Their fear and their anger can no longer be separated; they twine around each other, feeding into the maelstrom that threatens to consume them.
They will know. They will know and they will turn, and they hate you now, and I'll be you and something will have to give. What if they can't forgive you when you're me? What if they hate me when I'm you should have thought of that, should have asked, should have talked when there was still time, told the truth on our terms of surrender are all they will want now, if they even wait to hear my side of this story can't end well, what did you do, what did you expect would happen when you gave our secrets away to four idealistic teenagers and a stranger who they already trust more than you, 'Professor'—
"What is Ozpin hiding from us?"
Ruby's voice, followed by a surge of power more ancient than even the old wizard bound to Oscar's soul.
Ozpin cries out, anguished, half-mad, and he rips free from Oscar's hold and his own terrible uncertainty to charge the silver-eyed girl. He does so unarmed, his Aura inactive. It is not an attack. It is a drowning man clawing for the water's surface, a cornered Huntsman flinging himself away from a lethal blow. It is inevitability, and a last, desperate attempt to thwart it.
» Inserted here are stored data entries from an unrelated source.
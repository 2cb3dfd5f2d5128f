import { Router, type Request, type Response } from 'express';
import { ipKeyGenerator, rateLimit } from 'express-rate-limit';
import {
  changePasswordSchema,
  loginSchema,
  logoutSchema,
  passwordResetCompleteSchema,
  passwordResetRequestSchema,
  type ChangePasswordInput,
  type PasswordResetCompleteInput,
  type PasswordResetRequestInput,
  type LoginInput,
  type LoginResponse,
  type LogoutInput,
} from '@shared/schemas/auth.schema';
import { HttpError } from '../errors';
import { principalOf } from '../middleware/auth.middleware';
import { validate } from '../middleware/validate.middleware';
import type { SignedIn } from '../services/auth.service';
import type { RouteContext } from './context';

export const REFRESH_COOKIE = 'stanceline_refresh';
const COOKIE_PATH = '/api/auth';
const LOGIN_WINDOW_MS = 15 * 60_000;
/** Sign-in attempts one address may make over all accounts, in multiples of the per-account limit. */
const ADDRESS_LIMIT_FACTOR = 5;

export function setRefreshCookie(res: Response, signedIn: SignedIn, secure: boolean): LoginResponse {
  res.cookie(REFRESH_COOKIE, signedIn.refreshToken, {
    httpOnly: true,
    sameSite: 'lax',
    secure,
    path: COOKIE_PATH,
    expires: signedIn.refreshExpiresAt,
  });
  return { accessToken: signedIn.accessToken, user: signedIn.user };
}

export function authRoutes(ctx: RouteContext): Router {
  const router = Router();
  const { guard } = ctx;
  const limiter = (name: string, limit: number, key: (req: Request) => string) =>
    rateLimit({
      windowMs: LOGIN_WINDOW_MS,
      limit,
      standardHeaders: 'draft-8',
      legacyHeaders: false,
      // Counted in the database: every server process sees the same attempts.
      store: ctx.rateLimitStore(`login-${name}:`),
      keyGenerator: key,
      handler: (_req, _res, next) =>
        next(
          new HttpError(429, 'too_many_attempts', 'Too many sign-in attempts; wait 15 minutes and try again'),
        ),
    });
  const address = (req: Request) => ipKeyGenerator(req.ip ?? 'unknown');
  // Per address and account, so one locked-out member does not lock out a shared club network. The
  // e-mail is the one sign-in uses (trimmed, lower case: validation runs first), so spelling it
  // differently gives no fresh tries.
  const perAccount = limiter(
    'account',
    ctx.config.loginRateLimit,
    (req) => `${address(req)}|${(req.body as LoginInput).email}`,
  );
  // Per address over all accounts, so one address cannot try account after account.
  const perAddress = limiter('address', ctx.config.loginRateLimit * ADDRESS_LIMIT_FACTOR, address);

  router.post(
    '/api/auth/login',
    validate({ body: loginSchema }),
    perAddress,
    perAccount,
    async (req, res) => {
      const signedIn = await ctx.auth.login(req.body as LoginInput);
      res.json(setRefreshCookie(res, signedIn, ctx.config.cookieSecure));
    },
  );

  router.post('/api/auth/refresh', async (req, res) => {
    const token = (req.cookies as Record<string, string | undefined>)[REFRESH_COOKIE];
    try {
      const signedIn = await ctx.auth.refresh(token);
      res.json(setRefreshCookie(res, signedIn, ctx.config.cookieSecure));
    } catch (error) {
      res.clearCookie(REFRESH_COOKIE, { path: COOKIE_PATH });
      throw error;
    }
  });

  // No bearer needed: an expired access token must not stop a member from signing out.
  router.post('/api/auth/logout', validate({ body: logoutSchema }), async (req, res) => {
    const { everywhere } = req.body as LogoutInput;
    await ctx.auth.logout((req.cookies as Record<string, string | undefined>)[REFRESH_COOKIE], everywhere);
    res.clearCookie(REFRESH_COOKIE, { path: COOKIE_PATH });
    res.status(204).end();
  });

  router.post(
    '/api/auth/password',
    guard.authenticate,
    guard.authorize('me:read'),
    validate({ body: changePasswordSchema }),
    async (req, res) => {
      const signedIn = await ctx.passwords.change(principalOf(req), req.body as ChangePasswordInput);
      res.json(setRefreshCookie(res, signedIn, ctx.config.cookieSecure));
    },
  );

  // Reset links by e-mail: limited per address, and the answer is the same whether or not the
  // address belongs to a member.
  const resetLimiter = limiter('reset', ctx.config.loginRateLimit, address);
  router.post(
    '/api/auth/password-reset',
    validate({ body: passwordResetRequestSchema }),
    resetLimiter,
    async (req, res) => {
      await ctx.passwords.requestReset((req.body as PasswordResetRequestInput).email);
      res.status(202).json({
        message: 'If that address belongs to a member, a link to choose a new password is on its way.',
      });
    },
  );

  router.get('/api/auth/password-reset/:token', resetLimiter, async (req, res) => {
    res.json(await ctx.passwords.inspectReset(req.params.token as string));
  });

  router.post(
    '/api/auth/password-reset/:token',
    resetLimiter,
    validate({ body: passwordResetCompleteSchema }),
    async (req, res) => {
      const signedIn = await ctx.passwords.completeReset(
        req.params.token as string,
        req.body as PasswordResetCompleteInput,
      );
      res.json(setRefreshCookie(res, signedIn, ctx.config.cookieSecure));
    },
  );

  router.get('/api/me', guard.authenticate, guard.authorize('me:read'), async (req, res) => {
    res.json(await ctx.auth.me(principalOf(req)));
  });

  return router;
}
All at once, Oscar's anger dies. In its wake is pity. It's done, Oscar whispers, steeling himself. Resigning himself. Whatever will become of Ozpin after this is his fate, too, and there will be no escape from it.
"Once upon a time," Jinn begins, but he can barely hear her over the last, horrible scream that tears through his mind, bitter with frustration and helplessness and the anticipation of loss.
Oscar knows this story, The Girl in the Tower. Ozpin knows a very different version of it. The boy with two souls can only pray that Jinn's telling of it will not be the breaking of them both.